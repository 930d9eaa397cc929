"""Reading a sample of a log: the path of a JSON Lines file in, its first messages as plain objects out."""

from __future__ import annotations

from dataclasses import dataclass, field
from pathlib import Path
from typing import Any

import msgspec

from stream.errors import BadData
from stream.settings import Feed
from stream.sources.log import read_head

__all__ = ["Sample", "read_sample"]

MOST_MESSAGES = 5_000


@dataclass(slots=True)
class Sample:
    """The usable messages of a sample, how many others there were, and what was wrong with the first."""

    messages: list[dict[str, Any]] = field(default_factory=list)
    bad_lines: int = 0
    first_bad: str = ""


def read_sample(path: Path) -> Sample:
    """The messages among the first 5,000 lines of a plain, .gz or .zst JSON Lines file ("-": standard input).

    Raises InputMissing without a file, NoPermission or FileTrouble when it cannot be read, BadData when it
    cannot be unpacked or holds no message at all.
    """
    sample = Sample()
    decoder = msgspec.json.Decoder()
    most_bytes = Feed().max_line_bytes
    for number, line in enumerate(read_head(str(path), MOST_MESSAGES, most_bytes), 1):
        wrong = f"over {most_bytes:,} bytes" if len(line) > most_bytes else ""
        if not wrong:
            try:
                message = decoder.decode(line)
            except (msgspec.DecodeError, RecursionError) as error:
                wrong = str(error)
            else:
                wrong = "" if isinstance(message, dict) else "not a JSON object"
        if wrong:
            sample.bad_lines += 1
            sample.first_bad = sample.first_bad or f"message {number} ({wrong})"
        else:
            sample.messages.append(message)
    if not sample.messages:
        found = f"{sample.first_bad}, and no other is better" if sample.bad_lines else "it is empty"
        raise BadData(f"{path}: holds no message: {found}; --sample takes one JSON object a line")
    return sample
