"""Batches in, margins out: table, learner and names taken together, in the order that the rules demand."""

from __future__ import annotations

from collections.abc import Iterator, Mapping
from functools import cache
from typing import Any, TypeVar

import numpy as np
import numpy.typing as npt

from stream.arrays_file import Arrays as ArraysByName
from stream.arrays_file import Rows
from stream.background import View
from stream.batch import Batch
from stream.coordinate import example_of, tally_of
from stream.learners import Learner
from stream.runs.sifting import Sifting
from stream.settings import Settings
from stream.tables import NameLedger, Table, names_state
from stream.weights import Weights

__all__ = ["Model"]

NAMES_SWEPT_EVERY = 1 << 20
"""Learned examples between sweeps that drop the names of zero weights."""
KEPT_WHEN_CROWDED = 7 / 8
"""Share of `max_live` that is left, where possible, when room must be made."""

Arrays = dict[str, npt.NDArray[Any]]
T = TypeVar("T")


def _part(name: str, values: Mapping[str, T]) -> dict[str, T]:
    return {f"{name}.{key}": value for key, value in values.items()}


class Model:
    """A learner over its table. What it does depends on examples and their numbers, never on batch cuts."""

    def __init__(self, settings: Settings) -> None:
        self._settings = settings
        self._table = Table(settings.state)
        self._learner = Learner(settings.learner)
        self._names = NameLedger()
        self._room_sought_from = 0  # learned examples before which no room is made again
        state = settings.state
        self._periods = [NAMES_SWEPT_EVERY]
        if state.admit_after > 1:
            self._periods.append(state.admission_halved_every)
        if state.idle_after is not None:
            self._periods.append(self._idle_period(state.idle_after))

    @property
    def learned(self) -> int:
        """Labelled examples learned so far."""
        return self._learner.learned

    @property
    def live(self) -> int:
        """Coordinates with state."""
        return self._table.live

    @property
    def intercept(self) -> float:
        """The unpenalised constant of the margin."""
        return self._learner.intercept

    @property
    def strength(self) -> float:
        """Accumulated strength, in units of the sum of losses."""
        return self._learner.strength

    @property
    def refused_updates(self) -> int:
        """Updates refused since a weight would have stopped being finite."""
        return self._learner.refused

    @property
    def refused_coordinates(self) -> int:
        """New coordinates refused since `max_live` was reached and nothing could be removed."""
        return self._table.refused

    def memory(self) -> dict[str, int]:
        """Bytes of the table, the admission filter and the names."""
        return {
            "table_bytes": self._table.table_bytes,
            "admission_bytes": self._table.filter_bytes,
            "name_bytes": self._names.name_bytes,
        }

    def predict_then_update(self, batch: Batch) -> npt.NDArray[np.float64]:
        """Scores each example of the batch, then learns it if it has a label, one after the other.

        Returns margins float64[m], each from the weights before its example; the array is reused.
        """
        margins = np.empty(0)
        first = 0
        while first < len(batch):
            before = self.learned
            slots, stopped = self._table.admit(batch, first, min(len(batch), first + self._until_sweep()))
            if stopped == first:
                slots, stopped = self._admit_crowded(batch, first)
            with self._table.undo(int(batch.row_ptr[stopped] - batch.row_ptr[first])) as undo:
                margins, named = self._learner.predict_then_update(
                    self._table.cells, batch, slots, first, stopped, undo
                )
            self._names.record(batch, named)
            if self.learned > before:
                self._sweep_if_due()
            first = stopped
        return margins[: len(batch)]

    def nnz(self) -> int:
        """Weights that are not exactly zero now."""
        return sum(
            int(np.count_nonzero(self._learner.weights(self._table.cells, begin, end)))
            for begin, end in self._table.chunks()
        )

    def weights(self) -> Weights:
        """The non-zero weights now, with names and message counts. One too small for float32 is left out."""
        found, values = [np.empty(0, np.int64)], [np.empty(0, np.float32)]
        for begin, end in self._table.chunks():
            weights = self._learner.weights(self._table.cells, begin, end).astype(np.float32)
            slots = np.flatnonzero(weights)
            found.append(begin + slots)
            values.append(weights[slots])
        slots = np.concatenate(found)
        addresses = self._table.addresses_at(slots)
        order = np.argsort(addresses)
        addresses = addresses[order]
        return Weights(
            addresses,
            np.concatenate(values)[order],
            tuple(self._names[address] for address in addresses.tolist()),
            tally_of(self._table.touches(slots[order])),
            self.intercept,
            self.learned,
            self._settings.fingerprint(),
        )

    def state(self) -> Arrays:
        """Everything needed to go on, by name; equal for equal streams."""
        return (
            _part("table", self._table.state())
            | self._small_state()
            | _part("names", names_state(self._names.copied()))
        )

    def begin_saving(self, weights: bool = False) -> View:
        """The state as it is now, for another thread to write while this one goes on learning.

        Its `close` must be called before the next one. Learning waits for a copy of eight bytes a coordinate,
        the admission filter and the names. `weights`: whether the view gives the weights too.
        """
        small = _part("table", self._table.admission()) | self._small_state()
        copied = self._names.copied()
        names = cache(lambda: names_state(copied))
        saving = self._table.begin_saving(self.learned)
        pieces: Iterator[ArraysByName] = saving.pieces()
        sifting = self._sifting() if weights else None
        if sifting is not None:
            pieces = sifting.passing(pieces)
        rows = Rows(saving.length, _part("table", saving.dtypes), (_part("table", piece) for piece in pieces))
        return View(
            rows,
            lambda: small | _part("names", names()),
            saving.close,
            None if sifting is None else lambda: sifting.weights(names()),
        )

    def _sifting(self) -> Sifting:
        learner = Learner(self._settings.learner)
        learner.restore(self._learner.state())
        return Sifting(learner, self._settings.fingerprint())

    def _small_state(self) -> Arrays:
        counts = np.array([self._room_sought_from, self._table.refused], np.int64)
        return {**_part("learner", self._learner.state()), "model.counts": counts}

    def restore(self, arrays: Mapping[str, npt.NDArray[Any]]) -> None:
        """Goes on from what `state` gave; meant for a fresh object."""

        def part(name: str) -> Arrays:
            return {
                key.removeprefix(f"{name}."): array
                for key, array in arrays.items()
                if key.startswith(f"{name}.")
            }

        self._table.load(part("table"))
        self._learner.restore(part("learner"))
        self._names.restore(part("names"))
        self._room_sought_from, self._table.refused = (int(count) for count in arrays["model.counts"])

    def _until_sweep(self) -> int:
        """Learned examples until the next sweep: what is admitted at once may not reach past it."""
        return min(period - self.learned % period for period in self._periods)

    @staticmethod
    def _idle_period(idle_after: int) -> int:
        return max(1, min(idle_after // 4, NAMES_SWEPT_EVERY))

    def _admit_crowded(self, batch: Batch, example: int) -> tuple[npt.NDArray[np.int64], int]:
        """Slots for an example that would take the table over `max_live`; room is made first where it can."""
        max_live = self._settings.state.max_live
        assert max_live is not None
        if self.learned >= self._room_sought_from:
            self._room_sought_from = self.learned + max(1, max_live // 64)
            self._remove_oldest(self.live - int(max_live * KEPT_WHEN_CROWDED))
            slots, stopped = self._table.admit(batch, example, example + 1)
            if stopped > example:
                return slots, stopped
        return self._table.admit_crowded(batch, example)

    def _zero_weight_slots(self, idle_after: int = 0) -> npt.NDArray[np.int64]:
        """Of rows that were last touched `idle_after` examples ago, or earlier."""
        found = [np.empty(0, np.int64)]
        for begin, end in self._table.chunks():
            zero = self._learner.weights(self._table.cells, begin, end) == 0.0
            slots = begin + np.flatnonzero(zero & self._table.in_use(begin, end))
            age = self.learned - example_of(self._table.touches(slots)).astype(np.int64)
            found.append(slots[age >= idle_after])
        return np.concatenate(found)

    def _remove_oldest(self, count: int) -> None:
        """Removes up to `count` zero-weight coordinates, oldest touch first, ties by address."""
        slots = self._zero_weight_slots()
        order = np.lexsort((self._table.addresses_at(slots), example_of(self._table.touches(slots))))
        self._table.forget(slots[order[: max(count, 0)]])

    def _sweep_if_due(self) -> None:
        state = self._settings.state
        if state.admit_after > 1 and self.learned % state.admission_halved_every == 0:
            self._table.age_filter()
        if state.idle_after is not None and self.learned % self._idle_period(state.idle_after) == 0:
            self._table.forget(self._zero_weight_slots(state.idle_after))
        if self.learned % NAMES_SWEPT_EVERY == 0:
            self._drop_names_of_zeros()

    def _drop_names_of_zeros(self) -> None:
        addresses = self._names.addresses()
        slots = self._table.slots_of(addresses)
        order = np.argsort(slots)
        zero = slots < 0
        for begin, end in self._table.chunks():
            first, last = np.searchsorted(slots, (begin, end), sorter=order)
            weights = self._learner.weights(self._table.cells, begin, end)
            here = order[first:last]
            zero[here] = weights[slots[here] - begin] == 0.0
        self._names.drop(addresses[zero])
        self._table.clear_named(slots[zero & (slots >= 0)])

───

- **Task statement**: Matching lines for the string "NameLedger": count them across the listing and reply with the number alone.

- **Task response**: 2